§ YOUR TASK: What lines in the records below hold the string "faulty"? Please show them.
------------------------
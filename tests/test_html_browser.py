"""The page in a real browser, Debian's Chromium without a window: accessibility, keyboard, narrow screens, print, nothing loaded.

Accessibility is judged by axe-core, which holds a page against WCAG 2.2; reflow is success criterion 1.4.10 (320 CSS pixels
wide, no scrolling of the page in two directions), visible focus 2.4.7, contrast 1.4.3, all from memory.
"""

from __future__ import annotations

import shutil
from collections.abc import Iterator
from pathlib import Path

import pymupdf
import pytest
from annotate_fixture import example, hostile, report_of
from pdf_reading import MM, flat

from calccheck import check_file
from calccheck.annotate.to_html import to_html
from calccheck.model import Report

CHROMIUM = shutil.which("chromium")
if CHROMIUM is None:
    pytest.skip("no browser: install Debian's package chromium", allow_module_level=True)
playwright = pytest.importorskip("playwright.sync_api", reason="no client for the browser: pip install playwright")
axe = pytest.importorskip("axe_playwright_python.base", reason="no axe-core: pip install axe-playwright-python")

SHEETS = Path(__file__).parent.parent / "sheets"
FLAGS = [
    "--no-sandbox",
    "--disable-gpu",
    "--disable-dev-shm-usage",
    "--disable-background-networking",
    "--no-first-run",
]
WIDE, NARROW = 1280, 320  # CSS pixels

# what there is to look at: of each kind the first sheet
KINDS = {
    "for review": "for-review/*.md",
    "no circuit": "TS-109*",
    "AC": "TS-112*",
    "mains": "TS-115*",
    "symbols": "TS-116*",
}
FOUND = {kind: path for kind, name in KINDS.items() for path in sorted(SHEETS.glob(name))[:1]}


@pytest.fixture(scope="module")
def browser() -> Iterator[object]:
    with playwright.sync_playwright() as p:
        started = p.chromium.launch(executable_path=CHROMIUM, args=FLAGS)
        yield started
        started.close()


@pytest.fixture(scope="module")
def files(tmp_path_factory) -> dict[str, Path]:
    """The pages as files, by kind."""
    folder = tmp_path_factory.mktemp("pages")
    reports: dict[str, Report] = {"example": example(), "hostile": hostile()}
    reports |= {kind: check_file(path) for kind, path in FOUND.items()}
    for kind, report in reports.items():
        (folder / f"{kind}.html").write_text(to_html(report), "utf-8")
    return {kind: folder / f"{kind}.html" for kind in reports}


class Seen:
    """A page that is open, with all that it asked for and complained about."""

    def __init__(self, browser, path: Path, width: int = WIDE, scheme: str = "light") -> None:
        self.context = browser.new_context(viewport={"width": width, "height": 900}, color_scheme=scheme)
        self.page = self.context.new_page()
        self.asked: list[str] = []
        self.told: list[str] = []
        self.page.on("request", lambda r: self.asked.append(r.url))
        self.page.on("console", lambda m: self.told.append(m.text))
        self.page.on("pageerror", lambda e: self.told.append(str(e)))
        self.page.on("dialog", lambda d: self.told.append(d.message))
        self.page.goto(path.as_uri())

    def __enter__(self) -> Seen:
        return self

    def __exit__(self, *_: object) -> None:
        self.context.close()


# --- accessibility --------------------------------------------------------------------------------------------------


@pytest.fixture(scope="module")
def engine() -> str:
    return axe.AXE_FILE_PATH.read_text("utf-8")


def complaints(page, engine: str) -> list[str]:
    """What axe-core finds fault with: its rule, and where. The page lets no script of its own run; the client's are let in."""
    page.evaluate(engine)
    found = page.evaluate("axe.run(document, {resultTypes: ['violations']})")
    assert len(found["passes"]) > 15  # it has looked: this many rules had something to say, and said it is well
    return [f"{v['id']}: {node['html'][:120]}" for v in found["violations"] for node in v["nodes"]]


@pytest.mark.parametrize("scheme", ["light", "dark"])
@pytest.mark.parametrize("width", [WIDE, NARROW])
@pytest.mark.parametrize("kind", ["example", "hostile", *FOUND])
def test_no_complaint_of_accessibility(browser, files, engine, kind, width, scheme):
    with Seen(browser, files[kind], width, scheme) as seen:
        assert complaints(seen.page, engine) == []


def test_a_page_with_faults_is_found_out(browser, engine, tmp_path):
    """The checker itself: pale grey on white, an image without words, a link without a name, no language."""
    page = "<!DOCTYPE html><title>x</title><main><h1>x</h1><p style='color:#bbb'>pale</p><img src=''><a href='#'></a></main>"
    (tmp_path / "faulty.html").write_text(page, "utf-8")
    with Seen(browser, tmp_path / "faulty.html") as seen:
        seen.page.evaluate(engine)
        found = {v["id"] for v in seen.page.evaluate("axe.run()")["violations"]}
        assert {"color-contrast", "image-alt", "link-name", "html-has-lang"} <= found


# --- nothing from elsewhere -----------------------------------------------------------------------------------------


@pytest.mark.parametrize("kind", ["example", "hostile", *FOUND])
def test_nothing_is_asked_for_and_nothing_goes_wrong(browser, files, kind):
    with Seen(browser, files[kind]) as seen:
        seen.page.wait_for_load_state("networkidle")
        assert seen.asked == [files[kind].as_uri()]
        assert seen.told == []


def test_hostile_text_is_shown_and_does_nothing(browser, files):
    with Seen(browser, files["hostile"]) as seen:
        shown = seen.page.inner_text("body")
        for words in (
            "<script>alert(1)</script>",
            '<b onclick="x">bold</b>',
            "<!-- c -->",
            '<div onclick="x">#panic()</div>',
        ):
            assert words in shown
        assert seen.page.evaluate("document.scripts.length + document.images.length + document.forms.length") == 0
        assert seen.page.evaluate("document.querySelectorAll('[onclick],[onmouseover],b').length") == 0
        assert seen.told == []


# --- keyboard -------------------------------------------------------------------------------------------------------


def focused(page) -> dict[str, str]:
    return page.evaluate(
        "() => {const e = document.activeElement; const s = getComputedStyle(e); return {id: e.id, href: e.getAttribute('href') || '',"
        " text: e.innerText, style: s.outlineStyle, width: s.outlineWidth, top: e.getBoundingClientRect().top}}"
    )


def tab_to(page, wanted, at_most: int) -> dict[str, str]:
    for _ in range(at_most):
        page.keyboard.press("Tab")
        here = focused(page)
        if wanted(here):
            return here
    raise AssertionError(f"not reached by {at_most} tabs")


def test_the_first_keys_lead_to_the_list_from_there_to_the_place_and_back(browser, files):
    with Seen(browser, files["for review"]) as seen:
        page = seen.page
        page.keyboard.press("Tab")
        assert focused(page)["text"] == "To the list of findings"
        page.keyboard.press("Enter")
        first = tab_to(page, lambda e: e["href"].startswith("#c"), 1)
        key = first["href"][1:]
        page.keyboard.press("Enter")
        assert page.url.endswith(f"#{key}")
        assert focused(page)["id"] == key
        assert 0 <= page.locator(f"#{key}").bounding_box()["y"] < 900  # the place is on the screen
        back = tab_to(page, lambda e: e["href"] == f"#l-{key}", 12)
        assert back["text"] == "to the list"
        page.keyboard.press("Enter")
        assert 0 <= page.locator(f"#l-{key}").bounding_box()["y"] < 900
        assert tab_to(page, lambda e: True, 1)["href"] == first["href"]


def test_every_place_leads_on_to_the_next(browser, files):
    """From note to note, each the next in the sheet, until all that is listed was seen."""
    with Seen(browser, files["for review"]) as seen:
        page = seen.page
        listed = page.locator(".findings li").count()
        onward = page.locator(".beside a:has-text('to the next')")
        assert onward.count() == listed - 1
        heights = []
        for k in range(onward.count()):
            target = onward.nth(k).get_attribute("href")
            heights.append(page.evaluate(f"document.querySelector('{target}').getBoundingClientRect().top"))
        assert heights == sorted(heights)


def test_focus_is_seen_wherever_it_goes(browser, files):
    with Seen(browser, files["for review"]) as seen:
        stops = []
        for _ in range(200):
            seen.page.keyboard.press("Tab")
            here = focused(seen.page)
            if not here["text"] or (here["href"], here["id"], here["text"]) in stops:
                break
            stops.append((here["href"], here["id"], here["text"]))
            assert here["style"] == "solid"
            assert float(here["width"].removesuffix("px")) >= 2
        links = seen.page.locator("a, [tabindex='0']").count()
        assert len(stops) >= min(links, 60)


# --- narrow screens and paper ---------------------------------------------------------------------------------------


CUT = """() => {
  const out = [], wide = document.documentElement.clientWidth;
  for (const e of document.querySelectorAll('body *')) {
    if (e.closest('svg') || e.closest('.skip') || e.closest('.scroll, pre') && !e.matches('.scroll, pre')) continue;
    const box = e.getBoundingClientRect();
    if (box.width && (box.right > wide + 1 || box.left < -1)) out.push(e.outerHTML.slice(0, 120));
    const style = getComputedStyle(e);
    if (e.scrollWidth > e.clientWidth + 1 && !['auto', 'scroll'].includes(style.overflowX) && style.display != 'inline')
      out.push('over: ' + e.outerHTML.slice(0, 120));
    if (style.overflowX == 'hidden' || style.textOverflow == 'ellipsis') out.push('hidden: ' + e.outerHTML.slice(0, 120));
  }
  return out;
}"""


@pytest.mark.parametrize("kind", ["example", "hostile", *FOUND])
@pytest.mark.parametrize("width", [NARROW, WIDE])
def test_nothing_is_cut_and_the_page_scrolls_one_way_only(browser, files, kind, width):
    with Seen(browser, files[kind], width) as seen:
        assert seen.page.evaluate(CUT) == []
        assert seen.page.evaluate("document.documentElement.scrollWidth - document.documentElement.clientWidth") <= 0


def test_long_words_are_parted_rather_than_cut(browser, tmp_path):
    long = "x" * 300
    text = f"# {long}\n\n{long} `{long}`\n\n| {long} | b |\n|---|---|\n| {long} | {long} |\n\n```circuit\n# {long}\n```\n\n- {long}\n"
    (tmp_path / "long.html").write_text(to_html(report_of(text)), "utf-8")
    with Seen(browser, tmp_path / "long.html", NARROW) as seen:
        assert seen.page.evaluate(CUT) == []


@pytest.mark.parametrize("kind", ["example", *FOUND])
def test_on_paper_all_words_stand_inside_the_margins(browser, files, kind):
    """The printed page holds every claim's row, its words within the paper, none of the ways to jump about."""
    with Seen(browser, files[kind], scheme="dark") as seen:
        seen.page.emulate_media(media="print")
        assert seen.page.evaluate("getComputedStyle(document.body).backgroundColor") == "rgb(255, 255, 255)"
        assert not seen.page.locator(".jump").first.is_visible()
        margin = "15mm"
        paper = seen.page.pdf(format="A4", margin=dict.fromkeys(("top", "bottom", "left", "right"), margin))
        rows = [flat(t) for t in seen.page.locator("table.record tbody tr").all_inner_texts()]
    with pymupdf.open(stream=paper) as pages:
        words = [(page.rect.width, word) for page in pages for word in page.get_text("words")]
    told = flat("".join(word[4] for _, word in words))
    assert rows
    assert [row for row in rows if row not in told] == []
    assert "tothelist" not in told
    assert all(word[0] > 14 * MM and word[2] < width - 14 * MM for width, word in words)
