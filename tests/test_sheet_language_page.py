"""The page of the sheet language: every example in it is read and checked as the page says, every anchor to it exists.

An example is a fence behind a comment ``<!-- example NAME -->``; one behind ``<!-- example on NAME -->`` stands below the
circuits of that one. In ``circuit`` and ``working`` fences a comment that begins with a verdict, ``error`` or ``caution`` says
what is made of its line (``caution``: it stands, with a caution), of a circuit's in the program's own words; a line without one
agrees, or is read without a finding. A ``markdown`` fence is counted instead, by
the comment before it: ``: 2 agrees; 1 rounded; 1 caution``.
"""

from __future__ import annotations

import re
from collections import Counter
from dataclasses import dataclass
from itertools import pairwise
from pathlib import Path

import pytest

from calccheck import Report, check_text
from calccheck.document import Block, blocks
from calccheck.model import Judged
from calccheck.read.markdown import read_page
from calccheck.rules import RULES

DOCS = Path(__file__).parent.parent / "docs"
PAGE = DOCS / "sheet-language.md"
TEXT = PAGE.read_text(encoding="utf-8")
COMMENT = re.compile(r"<!-- example (?:on (?P<on>\w+)|(?P<name>\w+))(?:: (?P<counts>[^>]+))? -->")
SAID = re.compile(r"#\s*(?P<kind>agrees|rounded|differs|unchecked|given|error|caution)\b(?:: (?P<why>.+))?")
COUNT = re.compile(r"(\d+) (agrees|rounded|differs|unchecked|accepted|given|errors?|cautions?)")


@dataclass(frozen=True)
class Example:
    """A fence of the page with what its comment says, as a whole sheet; its own part of that starts at ``line`` (from 1)."""

    label: str
    sheet: str
    line: int
    kind: str
    counts: str


def fence_text(block: Block) -> str:
    return "\n".join(piece.text for piece in block.lines) + "\n"


def examples() -> list[Example]:
    page = read_page(TEXT)
    found: list[Example] = []
    named: dict[str, str] = {}
    for before, fence in pairwise(page):
        comment = COMMENT.fullmatch(TEXT[before.span.start : before.span.end].strip())
        if fence.kind != "fence" or comment is None:
            continue
        line = TEXT.count("\n", 0, fence.span.start) + 1
        text = fence_text(fence)
        whole = text if fence.info == "markdown" else f"```{fence.info}\n{text}```\n"
        if comment["name"]:
            assert comment["name"] not in named, comment["name"]
            named[comment["name"]] = whole
        lead = circuits(named[comment["on"]]) if comment["on"] else ""
        found.append(Example(f"line {line}", lead + whole, lead.count("\n") + 1, fence.info, comment["counts"] or ""))
    return found


def circuits(sheet: str) -> str:
    """The circuit fences of a sheet, and its settings."""
    front = re.match(r"---\n.*?\n---\n", sheet, re.DOTALL)
    fences = [b for b in blocks(read_page(sheet)) if b.kind == "fence" and b.info.startswith("circuit")]
    return (front[0] if front else "") + "".join(f"```{b.info}\n{fence_text(b)}```\n\n" for b in fences)


EXAMPLES = examples()


def word(j: Judged) -> str:
    return "caution" if j.cautions and j.verdict in ("agrees", "rounded") else j.verdict


def told(report: Report, start: int) -> list[tuple[int, int, str, str]]:
    """First and last line, verdict or severity, and message of all that is said from a line on."""
    at = report.reading.sheet.line_column
    claims = [(j.claim.span, word(j), f"{j.claim.text}: {j.message} {j.cautions}") for j in report.claims]
    findings = [(f.span, f.severity, f.message) for f in report.findings if f.kind != "dimension"]
    spans = [(at(s.start)[0], at(max(s.end - 1, s.start))[0], kind, m) for s, kind, m in [*claims, *findings]]
    return [s for s in spans if s[0] >= start]


@pytest.mark.parametrize("example", EXAMPLES, ids=lambda e: e.label)
def test_examples_are_checked_as_the_page_says(example: Example) -> None:
    report = check_text("page.md", example.sheet)
    said = told(report, example.line)
    if example.kind == "markdown":
        counts = Counter(
            {m[2].rstrip("s") if m[2][0] in "ec" else m[2]: int(m[1]) for m in COUNT.finditer(example.counts)}
        )
        assert Counter(kind for _, _, kind, _ in said) == counts, said
        return
    lines = example.sheet.split("\n")
    for first, last, kind, message in said:
        comment = next((m for text in lines[first - 1 : last] if (m := SAID.search(text))), None)
        expected = (kind,) if comment and comment["kind"] == kind else () if comment else ("agrees", "given")
        assert kind in expected, (lines[first - 1], kind, message)
        if comment and example.kind == "circuit":
            assert comment["why"] in message
    covered = {n for first, last, _, _ in said for n in range(first, last + 1)}
    for number, text in enumerate(lines[example.line - 1 :], example.line):
        assert not SAID.search(text) or number in covered, f"nothing is said of: {text}"
    if example.kind == "working":
        assert said


def test_every_fence_of_the_page_is_an_example() -> None:
    fences = [b for b in read_page(TEXT) if b.kind == "fence" and b.info.split()[:1] != ["text"]]
    assert len(fences) == len(EXAMPLES) > 15


def anchors(text: str) -> set[str]:
    """The anchors of a page's headings, as forges make them: small letters, blanks as hyphens, punctuation left out."""
    headings = re.findall(
        r"^#+ (.+)$", re.sub(r"^(`{3,}).*?^\1$", "", text, flags=re.MULTILINE | re.DOTALL), re.MULTILINE
    )
    return {re.sub(r"[^\w\- ]", "", h.lower()).replace(" ", "-") for h in headings}


@pytest.mark.parametrize(
    "page", sorted({r.anchor.partition("#")[0] for r in RULES.values() if (DOCS / r.anchor.partition("#")[0]).exists()})
)
def test_anchors_of_findings_exist(page: str) -> None:
    wanted = {r.anchor.partition("#")[2] for r in RULES.values() if r.anchor.startswith(f"{page}#")}
    assert wanted
    assert wanted <= anchors((DOCS / page).read_text(encoding="utf-8"))


def test_this_page_is_among_them() -> None:
    assert PAGE.exists() and any(r.anchor.startswith("sheet-language.md#") for r in RULES.values())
------------------------
§ RESULT FOR THIS EXERCISE:
    (tmp_path / "faulty.html").write_text(page, "utf-8")
    with Seen(browser, tmp_path / "faulty.html") as seen:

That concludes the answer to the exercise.